[Extracted records]
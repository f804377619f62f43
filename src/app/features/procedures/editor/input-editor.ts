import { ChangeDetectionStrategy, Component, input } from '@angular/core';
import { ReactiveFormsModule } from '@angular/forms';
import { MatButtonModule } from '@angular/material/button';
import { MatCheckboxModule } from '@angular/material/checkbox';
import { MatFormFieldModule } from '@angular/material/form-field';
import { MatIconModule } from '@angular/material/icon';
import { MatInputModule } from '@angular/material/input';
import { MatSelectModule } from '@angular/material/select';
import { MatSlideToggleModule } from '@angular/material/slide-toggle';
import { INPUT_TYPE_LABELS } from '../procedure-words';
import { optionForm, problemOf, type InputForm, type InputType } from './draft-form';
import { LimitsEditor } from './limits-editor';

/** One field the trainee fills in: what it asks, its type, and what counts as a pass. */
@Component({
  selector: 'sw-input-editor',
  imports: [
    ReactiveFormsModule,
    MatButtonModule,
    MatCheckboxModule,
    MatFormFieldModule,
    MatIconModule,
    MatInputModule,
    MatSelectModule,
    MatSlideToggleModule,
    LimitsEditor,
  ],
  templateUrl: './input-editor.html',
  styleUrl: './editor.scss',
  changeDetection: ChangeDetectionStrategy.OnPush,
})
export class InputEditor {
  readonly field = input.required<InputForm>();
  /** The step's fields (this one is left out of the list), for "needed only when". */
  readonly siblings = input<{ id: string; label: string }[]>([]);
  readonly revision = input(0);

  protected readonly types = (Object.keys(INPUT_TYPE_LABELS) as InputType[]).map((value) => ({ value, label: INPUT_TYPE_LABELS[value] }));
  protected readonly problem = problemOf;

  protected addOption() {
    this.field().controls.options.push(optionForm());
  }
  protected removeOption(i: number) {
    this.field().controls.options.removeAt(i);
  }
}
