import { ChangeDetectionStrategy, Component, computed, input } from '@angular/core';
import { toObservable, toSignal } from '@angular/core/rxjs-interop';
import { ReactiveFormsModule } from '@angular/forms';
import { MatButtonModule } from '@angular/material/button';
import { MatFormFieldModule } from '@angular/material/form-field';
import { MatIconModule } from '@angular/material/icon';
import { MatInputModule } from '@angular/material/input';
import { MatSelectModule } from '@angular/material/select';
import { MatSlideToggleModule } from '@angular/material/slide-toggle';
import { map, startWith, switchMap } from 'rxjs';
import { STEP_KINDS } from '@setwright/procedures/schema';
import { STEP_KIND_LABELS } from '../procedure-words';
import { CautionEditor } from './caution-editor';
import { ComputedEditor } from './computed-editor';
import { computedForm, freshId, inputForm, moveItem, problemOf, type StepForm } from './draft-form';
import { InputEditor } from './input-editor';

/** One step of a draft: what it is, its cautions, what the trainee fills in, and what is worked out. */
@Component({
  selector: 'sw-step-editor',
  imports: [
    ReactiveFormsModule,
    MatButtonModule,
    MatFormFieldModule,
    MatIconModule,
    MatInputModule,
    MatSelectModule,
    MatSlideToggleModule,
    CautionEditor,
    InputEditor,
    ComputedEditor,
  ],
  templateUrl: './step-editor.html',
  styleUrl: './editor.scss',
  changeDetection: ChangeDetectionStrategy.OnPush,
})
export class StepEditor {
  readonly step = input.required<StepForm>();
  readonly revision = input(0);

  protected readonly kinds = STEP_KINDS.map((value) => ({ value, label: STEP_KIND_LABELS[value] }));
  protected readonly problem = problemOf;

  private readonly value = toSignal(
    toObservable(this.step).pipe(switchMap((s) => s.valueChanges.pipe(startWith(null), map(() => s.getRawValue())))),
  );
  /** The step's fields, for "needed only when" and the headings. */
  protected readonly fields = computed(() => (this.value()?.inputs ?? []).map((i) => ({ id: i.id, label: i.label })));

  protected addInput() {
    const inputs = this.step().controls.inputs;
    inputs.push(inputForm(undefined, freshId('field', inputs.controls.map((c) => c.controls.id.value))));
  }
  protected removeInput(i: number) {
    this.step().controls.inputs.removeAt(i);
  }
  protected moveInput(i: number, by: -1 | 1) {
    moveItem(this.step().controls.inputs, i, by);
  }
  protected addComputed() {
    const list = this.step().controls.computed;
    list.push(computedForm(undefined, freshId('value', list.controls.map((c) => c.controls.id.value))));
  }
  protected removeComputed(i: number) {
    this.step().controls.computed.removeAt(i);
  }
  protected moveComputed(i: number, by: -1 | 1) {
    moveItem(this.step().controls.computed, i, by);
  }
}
[/Extracted records]
In the records above, some lines hold the word "removeAt"; copy each such line.

## Solution to the problem
    this.field().controls.options.removeAt(i);
    this.step().controls.inputs.removeAt(i);
    this.step().controls.computed.removeAt(i);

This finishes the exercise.